Peki o zaman neden rakamlar yaklaşık 10 yıldır pek değişmiyor?
Toplumun belli hamaset kalıpları ile aşırı politize edildiği dönemlerde ortaya çıkan yönelimlerin sebeplerini yukardaki rakamlarla birlikte okumak gerekir.
Tefsirini yahut mealini hiç merak etmeden Kur'an harflerini bilmenin de yeterli olmadığı açıkken sadece yüzde 40'ının yüzüne okuyabilmesi hakikaten kritik zamanlar için çok büyük bir güvenlik açığı gibi durmaktadır.
Kaldı ki, İmam Hatip Liselerindeki öğrencilerin yalnızca yüzde 14'ünün namaz kıldığı gerçeğinden de hareketle, okumasını bilenlerin de Kur'an hatmine/tilavetine ne kadar zaman ayırdıkları da ayrı bir muamma ve daha büyük bir risk faktörü olsa gerek.
Sadece elif-ba ve tecvid öğretmek değil aynı zamanda Kur'an'dan her gün belli bir miktar okumanın özendirilmesi ve bunun yanında tefsirlerin de yaygınlaştırılması için herkese büyük görevler düştüğü açıktır.
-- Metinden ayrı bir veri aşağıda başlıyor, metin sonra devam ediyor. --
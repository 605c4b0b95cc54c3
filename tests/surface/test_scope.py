"""scope: which paths a draft may name (issue 10: the public surface by default)."""

from __future__ import annotations

import pytest

from impactscope.surface import build_surface
from impactscope.surface.scope import Scope, is_private_path, is_scaffolding

from .helpers import write_tree


@pytest.mark.parametrize("segment", ["tests", "test", "conftest", "test_frame", "frame_tests", "io_test", "examples",
                                     "benchmarks", "asv_bench"])
def test_scaffolding(segment):
    assert is_scaffolding(segment)


@pytest.mark.parametrize("segment", ["testing", "frame", "contest", "attestation"])
def test_not_scaffolding(segment):
    # common practice: `numpy.testing` and `pandas.testing` are public API for downstream tests
    assert not is_scaffolding(segment)


def test_private_paths():
    # PEP 8, "Public and internal interfaces": a leading underscore on a name or on a module,
    # class or package that contains it makes it internal; dunders are protocol.
    assert is_private_path("lib._core.x") and is_private_path("lib.Box._peek")
    assert not is_private_path("lib.Box.__init__") and not is_private_path("lib.core.x")


def test_covers_and_paths(tmp_path):
    root = write_tree(tmp_path / "lib", {
        "__init__.py": "from ._impl import Box\n",
        "_impl.py": "class Box:\n    def _peek(self): ...\n    def open(self): ...\n",
        "tests/__init__.py": "",
        "conftest.py": "def fix(): ...\n",
    })
    s = build_surface(root, include_tests=True)
    public, everything = Scope(), Scope(include_private=True)
    assert public.paths(s, "lib._impl.Box.open") == ("lib.Box.open",)
    assert public.paths(s, "lib._impl.Box._peek") == () and everything.paths(s, "lib._impl.Box._peek") == ("lib._impl.Box._peek",)
    assert not public.covers(s, "lib.conftest.fix") and everything.covers(s, "lib.conftest.fix")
Bediüzzaman; “Her bir has talebenin mühim bir vazifesi, bir çocuğa Kur'ân öğretmektir” der. (Barla Lahikası)
Devlet denilen aygıt, Kur'an öğretiminde, okunmasını teşvik etmede çok şey yapabilir ve yapmalıdır ancak, bu sorumluluk öyle birilerinin tekeline, insafına ve anlayışına devredilemeyecek kadar önemlidir.
Resmi ideolojinin Kur'an'a adeta savaş ilan ettiği 1930'lu yılların sonlarında Kur'an Kursu mezunlarının sayısı iki haneliydi. Sadece o yıllar değil sonrasında da bu tavrın acımasızlığı devam etti. Mesela yirmi yıl öncesinde Batman, Diyarbakır gibi bölgelerde çok yoğun biçimde Kur'an dersi veren gönüllü sivil yapıya o dönemdeki devlet yetkililerinin nasıl muamelede bulunduğu ve hâlâ bu yüzden birçok kişinin zindanlarda tutulmaya devam ettiği de herkesin malumu.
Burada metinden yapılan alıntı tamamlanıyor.